Defendants' non-enablement contention rests on the allegation that a single embodiment (a composition comprising asenapine free base) out of many is not enabled. This argument is legally insufficient. See In re Angstadt , 537 F.2d 498, 502–503 (C.C.P.A. 1976) (holding that patent applicants are not required to enable every species encompassed by their claims); Endo Pharms. Inc. v. Mylan Pharms. Inc. , 2014 WL 334178, at *30 (D. Del. Jan. 28, 2014) ("An applicant is not required to describe in the specification every conceivable and possible future embodiment of his invention ... The salt-hydrate is merely a different form of the claimed compound ... As such, the patent need not independently describe or enable a discrete salt-hydrate combination."). Defendants have failed to establish, by clear and convincing evidence, that the asserted claims are not enabled.

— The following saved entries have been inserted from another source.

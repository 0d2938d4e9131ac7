//! The options of the composition commands: `sheet`, `plan`, `preview` and `watch`.

use super::render::{FormatArg, HiddenArg, LetteringArg, ModelArgs, RenderArgs};
use super::values::{
    parse_finite, parse_grid, parse_non_negative, parse_path, parse_scale, parse_size, parse_tiles,
    parse_triple, GridSweep, PathSweep,
};
use super::view::ViewArgs;
use clap::Args;
use std::path::PathBuf;

/// Where a composition command writes.
#[derive(Debug, Args)]
pub struct OutArgs {
    /// Output file: .png, .svg or .pdf [default: renders/SCENE-KIND.png].
    #[arg(short, long, value_name = "FILE")]
    pub output: Option<PathBuf>,
    /// Output format, instead of the output file's extension.
    #[arg(long, value_enum, value_name = "FORMAT")]
    pub format: Option<FormatArg>,
    /// Pixels per inch on paper (the size of a pixel in SVG and PDF).
    #[arg(long, value_name = "DPI", default_value_t = 150.0, value_parser = parse_finite)]
    pub dpi: f64,
    /// Print nothing but errors (and no progress bar).
    #[arg(short, long)]
    pub quiet: bool,
    /// How labels' words are written in SVG: our single-stroke letters, or SVG text
    /// elements a vector editor can edit (in its sans-serif font).
    #[arg(long, value_enum, value_name = "HOW", default_value = "strokes")]
    pub lettering: LetteringArg,
}

#[derive(Debug, Args)]
pub struct SheetArgs {
    /// The scene file (RON), a model (Wavefront .obj), or - for a RON scene on standard input.
    pub scene: PathBuf,
    #[command(flatten)]
    pub model: ModelArgs,
    #[command(flatten)]
    pub out: OutArgs,
    #[command(flatten)]
    pub view: ViewArgs,
    /// Sweep the headings FROM:TO:STEP degrees from the standpoint (e.g. 0:345:15).
    #[arg(long, value_name = "FROM:TO:STEP", value_parser = parse_triple, allow_hyphen_values = true, group = "sweep")]
    pub headings: Option<(f64, f64, f64)>,
    /// Sweep along a path of plan positions X,Y:X,Y:..., --count standpoints facing along it.
    #[arg(long, value_name = "X,Y:X,Y:...", value_parser = parse_path, allow_hyphen_values = true, group = "sweep")]
    pub path: Option<PathSweep>,
    /// Sweep a grid of CxR positions over the rectangle X0,Y0:X1,Y1:CxR.
    #[arg(long, value_name = "X0,Y0:X1,Y1:CxR", value_parser = parse_grid, allow_hyphen_values = true, group = "sweep")]
    pub grid: Option<GridSweep>,

    /// Sweep local times of day on the --date: FROM,TO,MINUTES (08:00,18:00,60).
    #[arg(long, value_name = "FROM,TO,MINUTES", group = "sweep")]
    pub times: Option<String>,

    #[command(flatten)]
    pub sun: super::SunArgs,
    /// How many standpoints along --path.
    #[arg(long, value_name = "N", default_value_t = 8)]
    pub count: usize,
    /// Size of each thumbnail, WIDTHxHEIGHT pixels.
    #[arg(long, value_name = "WxH", default_value = "480x240", value_parser = parse_size)]
    pub thumb: (u32, u32),
    /// Thumbnails across [default: a near-square sheet].
    #[arg(long, value_name = "N")]
    pub columns: Option<u32>,
    /// The wireframes alone, without grid and horizon.
    #[arg(long)]
    pub bare: bool,
    /// Fit the sheet to paper (a4, a3, letter, 420x297mm ...): the thumbnails are drawn as
    /// large as the printable area allows (--thumb is then ignored).
    #[arg(long, value_name = "PAPER")]
    pub page: Option<String>,
    /// Turn the paper upright (the default is landscape).
    #[arg(long, requires = "page")]
    pub portrait: bool,
    /// Margin round the sheet, millimetres.
    #[arg(long, value_name = "MM", default_value_t = 10.0, value_parser = parse_finite)]
    pub margin: f64,
    #[command(flatten)]
    pub tiling: TileArgs,
    /// How edges hidden behind faces are drawn [default: the scene's choice, or faint];
    /// solid is about ten times quicker, for a first look at many standpoints.
    #[arg(long, value_enum, value_name = "HOW")]
    pub hidden: Option<HiddenArg>,
}

/// A page split over several sheets of the paper (for `plan` and `sheet`).
#[derive(Debug, Args)]
pub struct TileArgs {
    /// Split the page over COLUMNSxROWS sheets of the paper, to print large and assemble
    /// (one file a sheet for PNG and SVG, named by row and column; one PDF of them all).
    #[arg(long, value_name = "CxR", value_parser = parse_tiles, requires = "page")]
    pub tiles: Option<(u32, u32)>,
    /// Overlap between neighbouring sheets, millimetres.
    #[arg(long, value_name = "MM", default_value_t = 10.0, value_parser = parse_non_negative)]
    pub overlap: f64,
}

#[derive(Debug, Args)]
pub struct PlanArgs {
    /// The scene file (RON), a model (Wavefront .obj), or - for a RON scene on standard input.
    pub scene: PathBuf,
    #[command(flatten)]
    pub model: ModelArgs,
    #[command(flatten)]
    pub out: OutArgs,
    /// Size of the plan, WIDTHxHEIGHT pixels (with --beside: its width; the height is the
    /// panorama's).
    #[arg(long, value_name = "WxH", default_value = "1600x1200", value_parser = parse_size)]
    pub size: (u32, u32),
    /// Lay the plan out on paper (a4, a3, letter, 420x297mm ...), filling the printable area
    /// (with --beside: the panorama and the plan side by side on it).
    #[arg(long, value_name = "PAPER")]
    pub page: Option<String>,
    /// The plan's scale, 1:N (refused if the site does not fit) [default: the largest
    /// standard scale that fits: 1:50, 1:100, 1:200, 1:250, 1:500, 1:1000, 1:1250 ...].
    #[arg(long, value_name = "1:N", value_parser = parse_scale)]
    pub scale: Option<f64>,
    /// Turn the paper upright (the default is landscape).
    #[arg(long, requires = "page")]
    pub portrait: bool,
    /// Margin round the sheet, millimetres.
    #[arg(long, value_name = "MM", default_value_t = 10.0, value_parser = parse_finite)]
    pub margin: f64,
    #[command(flatten)]
    pub tiling: TileArgs,
    /// Print the panorama of the standpoint (-s) with the plan beside it on one sheet.
    #[arg(long)]
    pub beside: bool,
    /// Size of the panorama with --beside.
    #[arg(long, value_name = "WxH", default_value = "2048x1024", value_parser = parse_size)]
    pub panorama_size: (u32, u32),
    #[command(flatten)]
    pub view: ViewArgs,
}

#[derive(Debug, Args)]
pub struct PreviewArgs {
    /// The scene file (RON), a model (Wavefront .obj), or - for a RON scene on standard input.
    pub scene: PathBuf,
    #[command(flatten)]
    pub model: ModelArgs,
    #[command(flatten)]
    pub out: OutArgs,
    #[command(flatten)]
    pub view: ViewArgs,
    /// Horizontal field of view, degrees.
    #[arg(long, value_name = "DEG", default_value_t = 90.0, value_parser = parse_finite)]
    pub fov: f64,
    /// Image size, WIDTHxHEIGHT pixels.
    #[arg(long, value_name = "WxH", default_value = "1280x800", value_parser = parse_size)]
    pub size: (u32, u32),
    /// How edges hidden behind faces are drawn [default: the scene's choice, or faint].
    #[arg(long, value_enum, value_name = "HOW")]
    pub hidden: Option<HiddenArg>,
}

#[derive(Debug, Args)]
pub struct WatchArgs {
    #[command(flatten)]
    pub render: RenderArgs,
    /// How often to look at the files, milliseconds.
    #[arg(long, value_name = "MS", default_value_t = 200)]
    pub interval: u64,
}
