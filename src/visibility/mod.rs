//! Hidden lines: which parts of each edge the eye sees past the site's faces.
//!
//! Method. The faces (triangles of every solid item and mesh) go into a bounding-volume
//! hierarchy once per drawing (`bvh.rs`). Each edge, as a curve on the viewing sphere, is
//! sampled about one output pixel apart in angle; at each sample a ray from the eye towards
//! the edge's point asks whether any face stands in front of it, nearer than the point's
//! distance less a depth bias (0.02 % of the distance: an edge lying on a face, or shared by
//! two, is never hidden by them). Wherever two neighbouring samples disagree, the change is
//! found by bisection to a thousandth of a pixel. Faces that stand for curved surfaces (a
//! column's sides, a vault) carry the sagitta of their facets as slack, so the exact curves
//! drawn on the true surface are not hidden by the flat pieces that approximate it.
//!
//! Accuracy. A change of visibility is placed within 0.001 px of where the ray test puts
//! it. A hidden or seen stretch shorter than the sampling step (one pixel of angle) can be
//! missed; near the poles, where the image stretches sideways, a pixel of angle spans more
//! than a pixel of image. Faces are exact for flat items and meshes; curved items are
//! faceted every 7.5 degrees (a tenth of a per cent of their radius), which is how far an
//! outline of a curved surface can be off when it hides something.

mod bvh;
mod sight;

pub use bvh::{ray_hits_triangle, Bvh};
pub use sight::{Depth, Occluders, Spans, DEPTH_BIAS};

Even were this not so, the evidence of record demonstrates that it would have been routine for skilled artisans to incorporate asenapine free base into sublingual and buccal pharmaceutical compositions that disintegrate within 30 seconds in water at 37° C for use in the asserted claims. As an initial matter, the specification of the '476 patent, through its disclosure of examples 1–7, provides extensive guidance on formulating asenapine into sublingual and buccal dosage forms that disintegrate within 30 seconds in water at 37° C. ('476 patent, 3:19–4:45; D.I. 317 at 1281:6–1282:15) Forest also presented credible expert testimony that it would have been routine to formulate asenapine free base using well-known formulation systems from at least the 1970s to generate rapidly disintegrating buccal and sublingual compositions. (See, e.g., D.I. 314 at 979:6–982:12, 983:10–20; D.I. 315 at 990:21–991:11, 1025:20–1028:4; D.I. 317 at 1294:18–1296:15) Even defendants' expert, Dr. Jacobs, testified that "pharmaceutical compositions that disintegrated within 30 seconds were available," and that "it would have been routine to [make these compositions]" as of 1994. (D.I. 312 at 382:4–383:3)
--------
IV. CONCLUSION
For the reasons stated, Forest has not carried its burden to prove, by a preponderance of the evidence, that defendants Alembic and Breckenridge infringe claim 4 of the '476 patent. Defendants have failed to carry their burden to prove, by clear and convincing evidence, that claims 1 and 4 of the '476 patent are invalid by reason of obviousness, lack of written description, or lack of enablement. An order shall issue.